Friday, April 16, 2010

Impossible Places

Bored and distracted in the classroom at St. Andrew the Apostle, I’d often fantasize about a figure I’d occasionally draw in my notebook with fetishistic attention. My drawing was an impossible thing, an unnatural object, couldn’t be made. I was too young to know about M.C. Escher’s work or to understand optical illusions, so my discovery felt new and strange, and somehow forbidden. I loved that I could draw something that couldn’t actually exist in nature, that I’d create — the stirrings of language and the power of the imagination in a fourth-grade classroom.

My object was a triangle connected to a square: the two sides tapering from the square had to slope gradually until they reached the triangle front.

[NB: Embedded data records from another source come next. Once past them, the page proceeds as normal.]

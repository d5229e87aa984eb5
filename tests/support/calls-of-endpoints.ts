import { randomUUID } from 'node:crypto';
import { PLAIN_DETAILS } from '#shared/contracts/sharing.js';
import { variantInput } from '#tests/support/variant-api.js';
import { noteInput } from '#tests/support/notes-api.js';
import type { Endpoint } from '#shared/contracts/endpoint.js';
import type { Community, Role } from '#shared/contracts/people.js';
import type { Place } from '#shared/contracts/places.js';
import { DEMO_PASSWORD } from '#server/features/demo/demo-villages.data.js';
import { entryInput, says } from '#tests/support/calendar-api.js';
import { asked, spokenContent } from '#tests/support/consent-api.js';
import { attachmentInput } from '#tests/support/attachment-api.js';
import { noticeInput } from '#tests/support/weather-api.js';
import { signInput } from '#tests/support/sign-api.js';
import { figureInput } from '#tests/support/figure-api.js';

/** Ids of one village that really exist, so that a call that is let in reaches the service. */
export interface Village {
  community: Community;
  place: Place;
  calendarId: string;
  /** A draft that was rolled over and never submitted. */
  rolledId: string;
  /** A task of that draft. */
  taskId: string;
  entryId: string;
  /** In review, and kept by everybody who calls here. */
  ownEntryId: string;
  personId: string;
  figureId: string;
  signId: string;
  /** A sighting of somebody who calls nothing here. */
  seenId: string;
  /** A sign that the calling elder put on the list. */
  elderSignId: string;
  /** A sign in the entry's own words, and a day on which it was seen, marked by somebody who calls nothing here. */
  ownId: string;
  ownSeenId: string;
  /** A picture of the figure, added by somebody who calls nothing here. */
  attachmentId: string;
  groupId: string;
  feedKey: string;
  openKey: string;
  variantId: string;
  /** A note of somebody who calls nothing here. */
  noteId: string;
  withdrawalId: string;
  /** One about each who calls, for it is theirs to read; visitors ask for the officer's. */
  consentIds: Readonly<Record<Role, string>>;
  elderId: string;
  /** A published version, which everybody of the village sees, and one that is in review. */
  publishedNumber: number;
  reviewedNumber: number;
}

const OF_ITS_PEOPLE = new Set(['putOwnAnswer', 'takeBackOwnAnswer', 'letOwnDifferenceStand']);

const OF_NEXT_YEAR = new Set(['readRollover', 'listSeasonTasks', 'tickSeasonTask', 'untickSeasonTask']);
/** What one person took out of the list is not there for the next one. */
const CHANGES_A_SIGN = new Set(['updateSign', 'removeSign', 'restoreSign']);

export function paramsOf(endpoint: Endpoint, role: Role | null, village: Village): Record<string, string> {
  const reviewed = new Set([
    'askChanges',
    'publishVersion',
    'listAnswers',
    'putAnswer',
    'putSpokenAnswer',
    'typeInMeeting',
    'printReadBack',
    'takeBackAnswer',
    'letDifferenceStand',
    'signVersion',
    'readOwnEntries',
    ...OF_ITS_PEOPLE,
  ]);
  return {
    communityId: village.community.id,
    placeId: village.place.id,
    calendarId: OF_NEXT_YEAR.has(endpoint.id) ? village.rolledId : village.calendarId,
    taskId: village.taskId,
    lessonId: randomUUID(),
    decisionId: randomUUID(),
    entryId: OF_ITS_PEOPLE.has(endpoint.id) ? village.ownEntryId : village.entryId,
    personId: village.personId,
    figureId: village.figureId,
    signId: role === 'elder' && CHANGES_A_SIGN.has(endpoint.id) ? village.elderSignId : village.signId,
    seenId: endpoint.id === 'takeBackOwnSignSeen' ? village.ownSeenId : village.seenId,
    ownId: village.ownId,
    noticeId: randomUUID(),
    rainId: randomUUID(),
    list: 'kinds',
    attachmentId: village.attachmentId,
    part: '1',
    groupId: village.groupId,
    variantId: village.variantId,
    noteId: village.noteId,
    withdrawalId: village.withdrawalId,
    consentId: village.consentIds[role ?? 'officer'],
    itemType: 'entry',
    itemId: endpoint.id === 'removeSound' ? village.attachmentId : village.entryId,
    markerKey: 'pleiades',
    feedId: randomUUID(),
    noNameId: randomUUID(),
    deviceId: '0'.repeat(64),
    number: String(reviewed.has(endpoint.id) ? village.reviewedNumber : village.publishedNumber),
  };
}

export function queryOf(
  endpoint: Endpoint,
  { publishedNumber, figureId, feedKey, openKey }: Village,
): string {
  const queries: Record<string, string> = {
    findTimeZone: '?latitudeDeg=12&longitudeDeg=39',
    readFeed: `?key=${feedKey}`,
    readOpenPage: `?key=${openKey}`,
    listStars: '?year=2027',
    exportStarsCsv: '?year=2027',
    readStar: '?year=2027',
    listSkylineEffects: '?year=2027',
    findMarkers: '?year=2027&from=06-10',
    readDrift: '?from=1500&to=2027',
    readLongLook: '?from=2027&years=2',
    exportDriftCsv: '?from=1500&to=2027',
    readLook: '?marker=pleiades&date=2027-06-10',
    printLook: '?marker=pleiades&date=2027-06-10',
    listAttachments: `?subjectType=figure&subjectId=${figureId}`,
    compareVersions: `?from=${publishedNumber}&to=${publishedNumber}`,
  };
  return queries[endpoint.id] ?? '';
}

/** Well-formed, so that only the gate can stop them; an old version number keeps most from changing anything. */
export function bodyOf(endpoint: Endpoint, role: Role | null, village: Village): object {
  const { id: _id, version: _version, ...settings } = village.community;
  const { id: _placeId, communityId: _communityId, version: _placeVersion, ...place } = village.place;
  const stale = { version: 999 };
  const speaksForAnElder = role === 'officer' || role === 'steward';
  const bodies: Record<string, () => object> = {
    signIn: () => ({ email: 'observer@dawnpeg.example', password: DEMO_PASSWORD }),
    changePassword: () => ({ currentPassword: 'not mine', newPassword: 'never comes to be' }),
    openCard: () => ({ code: 'AAABBBCCCDDDEEEFFF' }),
    chooseCardPin: () => ({ code: 'AAABBBCCCDDDEEEFFF', pin: '4711' }),
    signInByCard: () => ({ code: 'AAABBBCCCDDDEEEFFF', pin: '4711' }),
    printCard: () => ({ code: 'AAABBBCCCDDDEEEFFF', name: '', size: 'a7' }),
    redeemCode: () => ({ email: 'a@example.org', code: 'ABCD-EFGH-JKMN', newPassword: 'never comes to be' }),
    resetPassword: () => ({
      token: `${village.personId}.${'0'.repeat(64)}`,
      newPassword: 'never comes to be',
    }),
    leaveForGood: () => ({ password: 'not mine', takeBackGiven: false }),
    askForResetLetter: () => ({ email: 'a@example.org' }),
    saveLetterChoice: () => ({
      channel: 'none',
      rhythm: 'each',
      visitMe: false,
      quietHours: null,
      ...stale,
    }),
    setUpFirstSteward: () => ({
      token: 'there is no such token',
      email: 'a@example.org',
      displayName: 'A',
      newPassword: 'never comes to be',
      communityName: 'Nowhere',
    }),
    updateCommunity: () => ({ ...settings, ...stale }),
    addPerson: () => ({ email: 'new@example.org', displayName: 'New', roles: ['observer'] }),
    updatePerson: () => ({ roles: ['observer'], ...stale }),
    createPlace: () => place,
    updatePlace: () => ({ ...place, ...stale }),
    createFigure: () => figureInput(),
    addNotice: () => noticeInput(),
    saveWordList: () => ({ items: [], ...stale }),
    addRain: () => ({ day: '2026-11-29', mm: 3, words: '' }),
    addSign: () => signInput(),
    updateSign: () => ({ ...signInput(), ...stale }),
    markOwnSignSeen: () => ({ day: '2026-11-29', who: 'Tirel' }),
    markSignSeen: () => ({ day: '2026-11-29', who: 'Tirel' }),
    updateFigure: () => ({ ...figureInput(), ...stale }),
    createAttachment: () => attachmentInput({ subjectId: village.figureId }),
    addAttachmentPart: () => ({ part: 1, seconds: 2 }),
    saveAttachmentWords: () => ({
      kind: 'words',
      language: 'en',
      text: 'As told',
      checkedBySpeaker: false,
      ...stale,
    }),
    previewSkylineEffects: () => ({ place, year: 2027 }),
    compareMarkerYears: () => ({
      years: [2027],
      markers: [{ markerKey: 'pleiades', phenomenon: 'heliacal-rising' }],
    }),
    computeSkyMarker: () => ({ year: 2027, spec: { kind: 'zenith-sun' } }),
    createCalendar: () => ({ placeId: village.place.id, year: 2031 }),
    // An elder writes what is kept; the village's entries are the officer's.
    addEntry: () => entryInput(role === 'elder' ? { sharingLevel: 'elders' } : {}),
    updateEntry: () => ({ content: entryInput(), ...stale }),
    addSeasonLesson: () => ({ entryId: village.entryId, text: 'Begin at the stream' }),
    addSeasonDecision: () => ({ entryId: null, kind: 'own-words', text: 'Meet earlier' }),
    putActualDays: () => ({ from: '2027-06-24', to: null, saidBy: 'Elder A-1', plots: '' }),
    importCalendarFile: () => ({ dryRun: true }),
    importTable: () => ({
      ...{ dryRun: true, dayOrder: null, natureSigns: [] },
      lines: [{ line: 2, cells: { titleOfficer: 'Mend', kind: 'farm', bestFrom: '06-07' } }],
    }),
    // To itself, which is refused once somebody may copy at all.
    copyCalendar: () => ({ dryRun: true, toCalendarId: village.calendarId }),
    sayNoName: () => ({ entryId: village.entryId, word: 'caution', key: '0'.repeat(64) }),
    switchOpenPageOn: () => ({ placeShown: 'name' }),
    addVariant: () => variantInput(),
    updateVariant: () => ({ content: variantInput(), ...stale }),
    addNote: () => noteInput({ subjectType: 'figure', subjectId: village.figureId }),
    answerNote: () => ({ text: 'So it is told here, too' }),
    addGroup: () => ({ name: `Menders ${role ?? ''}`, memberIds: [village.elderId] }),
    updateGroup: () => ({ name: 'Menders', memberIds: [village.elderId], ...stale }),
    // Nobody of these gave it or is asked for it: the thing stays.
    withdrawItem: () => ({ leavesTrace: true, askedById: village.place.id }),
    nameHeir: () => ({ name: 'Nobody', personId: village.elderId }),
    noteDeath: () => ({ diedOn: '2026-11-01', removesForGood: false }),
    pauseItem: () => ({ askedById: village.place.id }),
    removeSound: () => ({ askedById: village.place.id }),
    // Without a card there is no PIN: nobody begins to be helped in the middle of this.
    startHelping: () => ({
      personId: village.elderId,
      card: { code: 'ABC-DEF-GHJ-KLM-NPQ-RST', pin: '9025' },
    }),
    addConsent: () => ({ ...asked(), itemType: 'entry', itemId: village.entryId }),
    changeConsent: () => ({ content: asked(), ...stale }),
    withdrawConsent: () => stale,
    addSpokenConsent: () => ({ ...spokenContent(), itemType: 'entry', itemId: village.entryId }),
    changeSpokenConsent: () => ({ content: spokenContent(), ...stale }),
    changeSharing: () => ({ sharing: { level: 'village', ...PLAIN_DETAILS }, ...stale }),
    reorderEntries: () => ({ entryIds: [village.entryId] }),
    askChanges: () => ({ reason: 'taken-back', note: '' }),
    recallVersion: () => ({ note: 'A wrong date' }),
    putAnswer: () => (speaksForAnElder ? says({ onBehalfOf: village.elderId, witness: 'Tirel' }) : says()),
    putSpokenAnswer: () => ({ answer: 'agree', note: '', onBehalfOf: village.elderId }),
    putOwnAnswer: () => ({ answer: 'agree', note: '' }),
    typeInMeeting: () => ({
      heldOn: '2026-12-01',
      witness: 'Tirel',
      answers: [{ elderId: village.elderId, entryId: village.entryId, answer: 'agree', note: '' }],
    }),
    signVersion: () => ({ role: role === 'steward' ? 'steward' : 'elder' }),
  };
  const make = bodies[endpoint.id];
  if (!make) throw new Error(`Say in calls-of-endpoints.ts what ${endpoint.id} is sent.`);
  return make();
}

I was young and didn’t how factories worked or how finely-calibrated machinery might replicate this: I’d simply stare at what I’d wrought and the top of my head would come off. This can’t happen!

This next impossible thing would steal toward me at night — actually, I’d chase it. A three-adult-tall, jet-black wall dotted with a hundred finger-sized holes. Who'd built it, where it came from, where it’d go, I didn’t know and wouldn’t pretend, only that the wall would materialize in the middle of the playground at St. Andrews in the middle of recess. If I stuck my index finger into the correct hole, the world would stop spinning, time would freeze. The desire of any body exhausted by the agitation of puberty: to halt things for a second, so I can rush headlong in. This had a lurid appeal for me: with the girls around me frozen in place, I could indulge the forbidden and lift skirts, unbutton blouses, enact in reality what had plagued me in hormone fantasies. And: the bullies, locked in place now, their menace around the swing sets or brewing on the low wall beneath the basketball hoops stilled in a tableau of impotence. And I, skulking between and among the powerless boys.



The impossible and the sacred, a church of the body. We all remember: here’s the church here’s the steeple open the door and see all the people. When no one was around I’d play open the door and where are the people? Always romanticizing absence and loss, I liked the idea of the empty church — although it was sad, too — and that I could build that church with my hands. Linking my fingers, I could create a space and peer in, see a quiet church, see post-church, see loss made.

Gaston Bachelard: "One must go beyond logic to experience what is large in what is small."

Over twenty years ago I came upon an abandoned stone church in London. The building, intensified by the dim weather, seemed an organic chunk of earth ascending in vain, and I felt compelled to move toward it to explore the grounds. I slipped through a hole in a fence meant to keep me out, and stepped onto thinning grass and then broken sidewalks toward a large door covered in vines. The natural world had begun the task of claiming the edifice back into the earth. The grounds were quiet, the near Hampstead traffic hushed. I moved toward a window that hadn’t been boarded-up, or maybe had had its shabby particle planks removed, and I peered in.
Several rows of silty pews materialized in the darkness; the center aisle became apparent, as did a sacristy, and slowly a choir loft, and then a jittery movement among crumbling pews and in a nanosecond a pack of wild dogs—eight or more—bolted upright in unison, baring their teeth and growling guttural warnings toward me. Utter fierceness. The pack leader rising in intensity and determination, eyes yellowed, piercing, leaning toward me.
Drenched with hysteria, I darted from the grounds and ran breathlessly for blocks, disorientated, frightened, and exhilarated. No map could have augured: nature had risen and pronounced that I was trespassing.